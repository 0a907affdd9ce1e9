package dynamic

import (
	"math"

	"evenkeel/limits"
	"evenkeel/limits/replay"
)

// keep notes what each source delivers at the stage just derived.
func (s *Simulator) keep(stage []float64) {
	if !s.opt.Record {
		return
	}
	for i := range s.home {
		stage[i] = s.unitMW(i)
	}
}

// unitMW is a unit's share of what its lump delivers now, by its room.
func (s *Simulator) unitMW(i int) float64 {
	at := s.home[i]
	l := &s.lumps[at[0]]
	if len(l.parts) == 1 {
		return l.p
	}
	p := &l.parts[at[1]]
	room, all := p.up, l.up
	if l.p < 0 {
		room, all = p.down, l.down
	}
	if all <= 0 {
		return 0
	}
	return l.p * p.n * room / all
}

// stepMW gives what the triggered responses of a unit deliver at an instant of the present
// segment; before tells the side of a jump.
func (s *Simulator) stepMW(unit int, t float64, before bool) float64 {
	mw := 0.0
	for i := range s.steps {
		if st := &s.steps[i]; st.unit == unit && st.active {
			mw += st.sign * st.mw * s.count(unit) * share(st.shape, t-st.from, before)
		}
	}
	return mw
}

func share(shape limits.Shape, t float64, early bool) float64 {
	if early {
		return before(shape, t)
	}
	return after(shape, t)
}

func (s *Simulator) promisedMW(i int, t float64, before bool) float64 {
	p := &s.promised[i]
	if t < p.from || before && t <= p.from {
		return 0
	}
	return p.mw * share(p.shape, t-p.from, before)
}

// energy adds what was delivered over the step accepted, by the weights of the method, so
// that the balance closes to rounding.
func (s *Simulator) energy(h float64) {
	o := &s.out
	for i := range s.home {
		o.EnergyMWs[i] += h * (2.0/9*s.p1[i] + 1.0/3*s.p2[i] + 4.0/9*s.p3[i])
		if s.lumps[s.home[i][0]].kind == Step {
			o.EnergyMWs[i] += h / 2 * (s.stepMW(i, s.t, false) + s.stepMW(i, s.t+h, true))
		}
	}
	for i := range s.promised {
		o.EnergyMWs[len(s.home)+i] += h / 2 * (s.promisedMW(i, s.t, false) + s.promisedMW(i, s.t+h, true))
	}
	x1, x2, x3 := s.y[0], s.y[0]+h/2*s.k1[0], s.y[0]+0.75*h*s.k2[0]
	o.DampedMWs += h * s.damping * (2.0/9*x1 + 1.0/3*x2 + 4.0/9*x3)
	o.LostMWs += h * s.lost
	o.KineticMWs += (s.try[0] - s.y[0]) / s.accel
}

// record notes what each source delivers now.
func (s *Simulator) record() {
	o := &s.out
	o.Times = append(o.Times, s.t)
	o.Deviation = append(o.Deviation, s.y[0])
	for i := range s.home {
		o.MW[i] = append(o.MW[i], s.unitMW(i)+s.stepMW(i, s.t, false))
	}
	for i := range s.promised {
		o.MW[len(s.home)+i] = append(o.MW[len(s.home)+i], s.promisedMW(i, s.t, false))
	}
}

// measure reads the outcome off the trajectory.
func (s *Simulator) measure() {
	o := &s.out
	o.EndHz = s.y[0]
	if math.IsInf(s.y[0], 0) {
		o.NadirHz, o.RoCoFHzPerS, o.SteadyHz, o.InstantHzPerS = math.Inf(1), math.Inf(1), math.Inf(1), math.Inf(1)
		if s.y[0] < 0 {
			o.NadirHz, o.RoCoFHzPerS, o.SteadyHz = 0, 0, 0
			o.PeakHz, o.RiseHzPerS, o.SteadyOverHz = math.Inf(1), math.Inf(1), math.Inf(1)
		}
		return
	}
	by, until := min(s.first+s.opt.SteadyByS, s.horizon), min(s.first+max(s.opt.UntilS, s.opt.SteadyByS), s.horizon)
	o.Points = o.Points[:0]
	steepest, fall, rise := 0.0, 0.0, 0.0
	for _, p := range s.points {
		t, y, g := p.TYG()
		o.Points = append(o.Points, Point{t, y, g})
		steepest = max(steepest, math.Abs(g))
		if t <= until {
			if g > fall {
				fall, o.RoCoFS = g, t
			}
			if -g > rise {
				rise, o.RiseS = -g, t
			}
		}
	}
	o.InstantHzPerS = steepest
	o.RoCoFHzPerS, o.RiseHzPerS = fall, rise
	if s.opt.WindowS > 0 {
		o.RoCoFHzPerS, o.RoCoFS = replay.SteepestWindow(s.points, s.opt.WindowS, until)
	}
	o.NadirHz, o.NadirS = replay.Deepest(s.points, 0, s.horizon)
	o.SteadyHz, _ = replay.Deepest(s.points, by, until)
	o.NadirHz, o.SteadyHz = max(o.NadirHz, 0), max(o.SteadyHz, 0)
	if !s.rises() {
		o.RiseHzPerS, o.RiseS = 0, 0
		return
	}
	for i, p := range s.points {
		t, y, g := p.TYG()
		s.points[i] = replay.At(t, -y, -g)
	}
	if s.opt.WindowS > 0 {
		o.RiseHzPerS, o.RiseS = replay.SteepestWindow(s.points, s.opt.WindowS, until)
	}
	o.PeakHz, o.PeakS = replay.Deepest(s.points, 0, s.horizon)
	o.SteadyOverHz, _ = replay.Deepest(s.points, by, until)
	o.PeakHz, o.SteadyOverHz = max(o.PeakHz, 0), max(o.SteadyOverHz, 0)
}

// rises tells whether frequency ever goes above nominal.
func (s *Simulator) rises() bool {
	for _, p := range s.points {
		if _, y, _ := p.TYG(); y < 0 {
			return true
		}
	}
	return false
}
________________________
DIRECTIONS
Go through the entries above and report each line with the string "InstantHzPerS" in it.

OUTPUT FOR THIS EXERCISE
		o.NadirHz, o.RoCoFHzPerS, o.SteadyHz, o.InstantHzPerS = math.Inf(1), math.Inf(1), math.Inf(1), math.Inf(1)
	o.InstantHzPerS = steepest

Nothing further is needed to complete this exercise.